The third layer is the cheesecake layer. This creamy mixture combines pumpkin, cream cheese, a boatload of sugar and one of the best inventions ever: crystalized ginger.
… and that would be all. Don’t be scared of how “too soon” it is for pumpkin. Embrace it!
It’s pumpkin beer time!
Beer: Uinta Brewing’s Punk’n
Brewed By: Uinta Brewing
Style: Pumpkin Ale
Alcohol Content: 5%
Description: I wouldn’t say I’m DIEHARD when it comes to pumpkin ales. I think they have a time and a place, and many times they can be overly sweet. I do love a good well-balanced pumpkin ale in the fall though, and I especially love pairing them with all recipes containing pumpkin. I love this beer because of how well-balanced it is. It’s an even blend of malts and hops, and it’s not overpowering in sweetness. It’s yummy. That’s the bottom-line. I love this beer with sweets, of course, but I especially love it with a good Thanksgiving spread. Turkey especially, this beer is the perfect compliment. When this pumpkin brew is released, be sure to pick up a bottle or two!
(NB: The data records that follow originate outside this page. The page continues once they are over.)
package layout

import (
	"fmt"
	"strings"

	"go.yaml.in/yaml/v3"

	"arcwright/internal/planner"
	"arcwright/internal/sheet"
	"arcwright/internal/units"
)

// FormatVersion is the version of the layout format this package reads,
// the value of the file's "arcwright" key.
const FormatVersion = 1

var (
	topKeys     = []string{"arcwright", "title", "units", "polar_angle", "ambient", "cell", "nozzle", "operating_points", "limits", "band", "stands", "arrays", "sheet", "noise", "crew", "anchor"}
	titleKeys   = []string{"title", "facility", "test", "revision", "prepared_by", "checked_by", "approved_by", "date"}
	unitsKeys   = []string{"length", "sheet"}
	sheetKeys   = []string{"scale", "paper"}
	lengthUnits = []string{"m", "mm", "cm", "in", "ft"}
	conventions = map[string]planner.Convention{"from_jet_axis": planner.FromJetAxis, "from_inlet": planner.FromInlet}
)

// Load reads and validates the layout file at path; see [Decode].
// A file that cannot be read, that is not a regular file (a device, a
// named pipe, a directory) or that is larger than [MaxInputSize] gives an
// Errors value of one problem, without a line, wrapping [ErrRead] and the
// error of the file system, if any.
func Load(path string) (*planner.Request, []Warning, error) {
	data, err := readInput(path)
	if err != nil {
		return nil, nil, err
	}
	return Decode(path, data)
}

// Decode reads and validates a layout already in memory; name is the file
// name used in messages and as Request.Source.
//
// It returns either a Request with the warnings found (sorted like errors),
// or, with a nil Request and nil warnings, an [Errors] value holding every
// problem found in one pass: decoding goes on past a problem, skipping only
// the checks that need the broken value. Every value in the Request is in
// SI units (m, K, Pa, Hz, rad), already checked against the rules of the
// geometry and jet packages.
func Decode(name string, data []byte) (*planner.Request, []Warning, error) {
	d := &decoder{file: name, lenUnit: "m", sys: units.Metric}
	var req *planner.Request
	if root := d.parse(data); root != nil {
		req = d.request(root)
	}
	if len(d.errs) > 0 {
		d.errs = summarise(d.errs)
		return nil, nil, d.errs
	}
	sortWarnings(d.warns)
	if req != nil {
		for _, w := range d.warns {
			req.Notes = append(req.Notes, w.String())
		}
	}
	return req, d.warns, nil
}

// request decodes the whole layout.
func (d *decoder) request(root *yaml.Node) *planner.Request {
	top := d.section(root, "", root.Line, topKeys)
	req := &planner.Request{Source: d.file}
	if n := top.need("arcwright", "the format version, arcwright: 1"); n != nil {
		if v, ok := d.integer(n, "arcwright", "the format version, a whole number", 0); ok && v != FormatVersion {
			d.errorf(ErrInvalid, n.Line, "arcwright", "this program reads format version %d, got %d", FormatVersion, v)
		}
	}
	req.Units = d.unitsSection(top)
	req.LengthUnit = d.lenUnit
	req.Title = d.titleSection(top)
	if n := top.need("polar_angle", "from_jet_axis or from_inlet (no default: an angle range means opposite things under the two conventions)"); n != nil {
		if c, ok := d.choice(n, "polar_angle", []string{"from_jet_axis", "from_inlet"}); ok {
			req.Convention = conventions[c]
		}
	}
	amb, ambOK := d.ambientSection(top)
	req.Ambient = amb
	ci := d.cellSection(top)
	ni := d.nozzleSection(top, ci)
	req.Nozzle, req.Exit = ni.nozzle, ni.frame
	req.Points = d.operatingPoints(top, ni, amb, ambOK)
	req.Limits = d.limitsSection(top, amb, ambOK)
	req.Band = d.bandSection(top)
	standNames := d.nameSet()
	req.Stands = d.standsSection(top, ci, standNames)
	req.Arrays = d.arraysSection(top, &arrayContext{ci: ci, stands: standNames, stations: d.nameSet()})
	req.Sheet = d.sheetSection(top)
	req.Noise = d.noiseSection(top, ci)
	req.Crew = d.crewSection(top, ci)
	req.Anchor = d.anchorSection(top)
	d.collectorCheck(ci, ni)
	if ci.cutoff > 0 && req.Band.Low > 0 && req.Band.Low < ci.cutoff {
		d.warnf(top.keyLine("band"), "band.low", "the band starts at %s, below the treatment cut-off %s: the cell is not anechoic there",
			units.FormatFrequency(req.Band.Low), units.FormatFrequency(ci.cutoff))
	}
	req.Cell, req.CutOff = ci.cell, ci.cutoff
	if len(d.errs) == 0 {
		// Every part was checked above; this is a last guard.
		if err := req.Cell.Validate(); err != nil {
			d.add(ErrInvalid, err, top.keyLine("cell"), "cell", strings.TrimPrefix(err.Error(), "geometry: "))
		}
	}
	return req
}

// unitsSection decodes the unit of bare lengths and the sheet's system.
func (d *decoder) unitsSection(top *section) units.System {
	s := top.sub("units", unitsKeys)
	if n := s.get("length"); n != nil {
		if u, ok := d.choice(n, s.field("length"), lengthUnits); ok {
			d.lenUnit = u
		} else {
			d.lenBad = true
		}
	}
	if n := s.get("sheet"); n != nil {
		if v, ok := d.scalar(n, s.field("sheet"), "metric or imperial"); ok {
			sys, err := units.ParseSystem(v)
			if err != nil {
				d.add(ErrInvalid, err, n.Line, s.field("sheet"), strings.TrimPrefix(err.Error(), "units: "))
			} else {
				d.sys = sys
			}
		}
	}
	return d.sys
}

// titleSection decodes the title block; only title.title is required.
func (d *decoder) titleSection(top *section) planner.Title {
	s := top.needSub("title", "the title block, with at least title: …", titleKeys)
	var t planner.Title
	for _, f := range []struct {
		key string
		dst *string
	}{
		{"facility", &t.Facility}, {"test", &t.Test}, {"revision", &t.Revision},
		{"prepared_by", &t.PreparedBy}, {"checked_by", &t.CheckedBy}, {"approved_by", &t.ApprovedBy}, {"date", &t.Date},
	} {
		if n := s.get(f.key); n != nil {
			if v, ok := d.text(n, s.field(f.key)); ok && d.checkLabel(v, n.Line, s.field(f.key), MaxTextLength) {
				if f.key != "date" || d.checkDate(v, n.Line, s.field(f.key)) {
					*f.dst = v
				}
			}
		}
	}
	if n := s.need("title", "the title of the sheet"); n != nil {
		if v, ok := d.text(n, s.field("title")); ok {
			if strings.TrimSpace(v) == "" {
				d.errorf(ErrInvalid, n.Line, s.field("title"), "want the title of the sheet, got an empty text")
			} else if d.checkLabel(v, n.Line, s.field("title"), MaxTextLength) {
				t.Title = v
			}
		}
	}
	return t
}

// sheetSection decodes the wishes for the printed sheet.
func (d *decoder) sheetSection(top *section) planner.SheetOptions {
	s := top.sub("sheet", sheetKeys)
	var o planner.SheetOptions
	// the sheet's own lists, so that the layout and --scale/--paper accept
	// the same scales and papers
	if n := s.get("scale"); n != nil {
		if v, ok := d.text(n, s.field("scale")); ok {
			if den, err := sheet.ParseScale(v); err == nil {
				o.Scale = den
				// one family of scales per sheet: a scale of the other
				// family than units.sheet contradicts it, and plan --pdf
				// would refuse it
				if err := sheet.CheckScale(den, d.sys); err != nil {
					d.add(ErrInvalid, err, n.Line, s.field("scale"), fmt.Sprintf("%s (units.sheet is %s)", strings.TrimPrefix(err.Error(), sheet.ErrScale.Error()+": "), d.sys))
				}
			} else {
				d.add(ErrInvalid, nil, n.Line, s.field("scale"), fmt.Sprintf("want a standard scale (%s), got %q", sheet.ScaleNames(), v))
			}
		}
	}
	if n := s.get("paper"); n != nil {
		if v, ok := d.text(n, s.field("paper")); ok {
			if p, err := sheet.ParsePaper(v); err == nil {
				o.Paper = p.Name
			} else {
				d.add(ErrInvalid, nil, n.Line, s.field("paper"), fmt.Sprintf("want one of %s, got %q", sheet.PaperNames(), v))
			}
		}
	}
	return o
}

// collectorCheck gives the collector the nozzle's heading when it has none
// of its own, and warns when its inlet is off the jet axis by more than its
// radius or not downstream of the exit.
func (d *decoder) collectorCheck(ci *cellInfo, ni *nozzleInfo) {
	col := ci.cell.Collector
	if col == nil || !ni.frameOK {
		return
	}
	if !ci.collectorHeading {
		col.Heading = ni.frame.Heading
	}
	q := ni.frame.ToJet(col.Inlet)
	if q.X <= 0 {
		d.warnf(ci.collectorLine, ci.collectorField+".inlet", "the collector inlet is not downstream of the nozzle exit (%s along the jet axis)", d.fmtLen(q.X))
	}
	if r := col.Diameter / 2; q.R > r {
		d.warnf(ci.collectorLine, ci.collectorField+".inlet", "the collector inlet centre is %s off the jet axis, more than its radius %s", d.fmtLen(q.R), d.fmtLen(r))
	}
}

// sortWarnings orders ws by line, then by field, like sortErrors.
func sortWarnings(ws []Warning) {
	es := make(Errors, len(ws))
	for i, w := range ws {
		es[i] = &Error{File: w.File, Line: w.Line, Field: w.Field, Msg: w.Msg}
	}
	sortErrors(es)
	for i, e := range es {
		ws[i] = Warning{File: e.File, Line: e.Line, Field: e.Field, Msg: e.Msg}
	}
}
Enjoy the rest of your weekends! Here is the handy dandy recipe.
Ginger Pumpkin Cheesecake Bars
Nutritional information is only an estimate. The accuracy of the nutritional information for any recipe on this site is not guaranteed.
- FOR THE CRUST
- 24 gingersnap cookies
- 1/4 cup granulated sugar
- 1 teaspoon ground cinnamon
- 1/2 teaspoon fine sea salt
- 1/2 cup unsalted butter melted
- FOR THE FILLING
- 1/2 cup unsalted butter
- 1/4 cup dark brown sugar
- 1/4 cup granulated sugar
- 1/2 teaspoon ground ginger
- 1/2 teaspoon ground cinnamon
- 1/4 teaspoon fine sea salt
- 2 teaspoons vanilla extract
- FOR THE CHEESECAKE TOPPING
- 1 large egg room temperature
- 1 large egg yolk room temperature
- 1/2 cup granulated sugar
- 12 ounces cream cheese softened to room temperature
- 1/2 cup pumpkin puree
- 1 teaspoon vanilla extract
- 2 tablespoons crystalized ginger finely chopped
- Preheat your oven to 375 degrees F and line an 8x8 in baking dish with parchment paper, foil or spray with a non-stick spray. Set aside.
- In the pitcher of your food processor or blender, add the gingersnap cookies, sugar, cinnamon and sea salt. Pulse until the mixture becomes a coarse powder. You may need to do this in batches depending on how large your food processor is. Add the mixture to a bowl with the melted butter and mix to combine.
- Pour the crust into your prepared dish and press firmly down in an even layer with your finger tips. Place in the oven and bake for 10 minutes. Remove from oven and set aside.
- For the filling, combine the butter, brown sugar, granulated sugar, ginger, cinnamon and sea salt in a small saucepan over medium-low heat. Heat until butter has melted, whisking constantly. Remove from heat and stir in the vanilla extract. Set aside to cool for just a couple of minutes.
- Pour the filling on top of the par-baked crust. Taking a rubber spatula, spread the filling so that it is even and covers the entire crust. Set aside.
- In the bowl of your stand mixer, with paddle attachment fixed, combine the egg, egg yolk, sugar, cream cheese, pumpkin and vanilla extract. Mix until smooth and creamy, approximately 1 minute. Fold in the crystalized ginger.
- Scoop the cheesecake layer on top of the filling. Be very careful, as you spread the cheesecake layer over top the filling so that you don't mix the two. Spread into an even layer, so that it completely covers the filling. It should be thick.
- Place the dish in the oven to bake for 15 minutes or until the cheesecake is set on top. Remove from oven and set aside to cool for an hour, then place in the fridge to chill for an additional hour. Cut into bars and serve!
- You may store the cheesecake bars in an airtight container, in the fridge, for about a week. Enjoy!